▶ TRY IT:
Copy each line below that contains "deviation".

Saved entries:
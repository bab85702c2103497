/** Nonconformances in words. The sentences are Twinleaf's own; seq 0 is the final pair test (lib/lab/final-test.ts). */
import { describe, expect, test } from "vitest";
import { describeEvent } from "@/lib/events/describe";
import { dispositionPhrase, dispositionSentence, ncWhere, type AfterDisposition } from "@/lib/route/words";

describe("where a nonconformance was found", () => {
  test.each([
    [4, "Machine sanding", "at step 4, Machine sanding"],
    [4, null, "at step 4"],
    [0, "Final pair test", "at the final pair test"],
    [0, null, "at the final pair test"],
  ])("seq %i (%s) → %s", (seq, name, words) => {
    expect(ncWhere(seq, name)).toBe(words);
  });

  test.each([
    [{ code: "NC-2612-001", seq: 0, step: "Final pair test", finding: "left and right differ" }, "opened nonconformance NC-2612-001 at the final pair test: left and right differ"],
    [{ code: "NC-2612-002", seq: 2, step: "Trimming", finding: "Trim deviation 0.3 mm" }, "opened nonconformance NC-2612-002 at step 2, Trimming: Trim deviation 0.3 mm"],
    [{ code: "NC-2612-003", finding: "recorded before seqs were kept" }, "opened nonconformance NC-2612-003: recorded before seqs were kept"],
  ])("the event log: %j", (data, phrase) => {
    expect(describeEvent("nc.opened", data)).toBe(phrase);
  });

  test.each([
    [{ code: "NC-1", disposition: "rework", reworkToSeq: 0 }, "decided nonconformance NC-1: rework: adjust and test again"],
    [{ code: "NC-2", disposition: "rework", reworkToSeq: 4 }, "decided nonconformance NC-2: rework back to step 4"],
    [{ code: "NC-3", disposition: "use_as_is", reworkToSeq: null }, "decided nonconformance NC-3: use as is (deviation approved)"],
    [{ code: "NC-4", disposition: "scrap", scrapped: "C-PW2-26-00007-K" }, "decided nonconformance NC-4: scrap the cabinet C-PW2-26-00007-K"],
    [{ code: "NC-5", disposition: "something_else" }, "decided nonconformance NC-5"],
  ])("the event log: %j", (data, phrase) => {
    expect(describeEvent("nc.dispositioned", data)).toBe(phrase);
  });
});

describe("the confirmation after a disposition", () => {
  const base: AfterDisposition = { code: "NC-2612-003", disposition: "rework", seq: 4, holder: "pair", stillOpen: [] };
  test.each<[string, AfterDisposition, string]>([
    ["rework to a named step", { ...base, reworkToSeq: 4, reworkToName: "Sanding" }, "NC-2612-003: rework back to step 4, Sanding. The pair is released."],
    ["another still open", { ...base, reworkToSeq: 2, reworkToName: "Trimming", stillOpen: ["NC-2612-004"] }, "NC-2612-003: rework back to step 2, Trimming. The pair stays on hold: NC-2612-004 is still open."],
    ["use as is", { ...base, disposition: "use_as_is" }, "NC-2612-003: use as is (deviation approved). The pair is released."],
    ["scrap the left cabinet", { ...base, disposition: "scrap", scrapped: { side: "L", identity: "C-PW2-26-00011-3" } }, "NC-2612-003: scrap the left cabinet C-PW2-26-00011-3. The pair is unpartnered until quality signs off a new partner."],
    ["a lone lacquer cabinet", { ...base, disposition: "use_as_is", holder: "cabinet" }, "NC-2612-003: use as is (deviation approved). The cabinet is released."],
    ["final test, rework", { ...base, seq: 0, reworkToSeq: 0 }, "NC-2612-003: rework: adjust and test again. The pair is released for its final test again."],
    ["final test, use as is", { ...base, seq: 0, disposition: "use_as_is" }, "NC-2612-003: use as is (deviation approved). The pair is ready to pack."],
  ])("%s", (_what, facts, sentence) => {
    expect(dispositionSentence(facts)).toBe(sentence);
  });

  test("the phrase alone, for the quality page's table", () => {
    expect(dispositionPhrase({ disposition: "rework", seq: 4, reworkToSeq: 3 })).toBe("rework back to step 3");
  });
});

▶ ANSWER FOR THIS EXERCISE:
    [{ code: "NC-2612-002", seq: 2, step: "Trimming", finding: "Trim deviation 0.3 mm" }, "opened nonconformance NC-2612-002 at step 2, Trimming: Trim deviation 0.3 mm"],
    [{ code: "NC-3", disposition: "use_as_is", reworkToSeq: null }, "decided nonconformance NC-3: use as is (deviation approved)"],
    ["use as is", { ...base, disposition: "use_as_is" }, "NC-2612-003: use as is (deviation approved). The pair is released."],
    ["a lone lacquer cabinet", { ...base, disposition: "use_as_is", holder: "cabinet" }, "NC-2612-003: use as is (deviation approved). The cabinet is released."],
    ["final test, use as is", { ...base, seq: 0, disposition: "use_as_is" }, "NC-2612-003: use as is (deviation approved). The pair is ready to pack."],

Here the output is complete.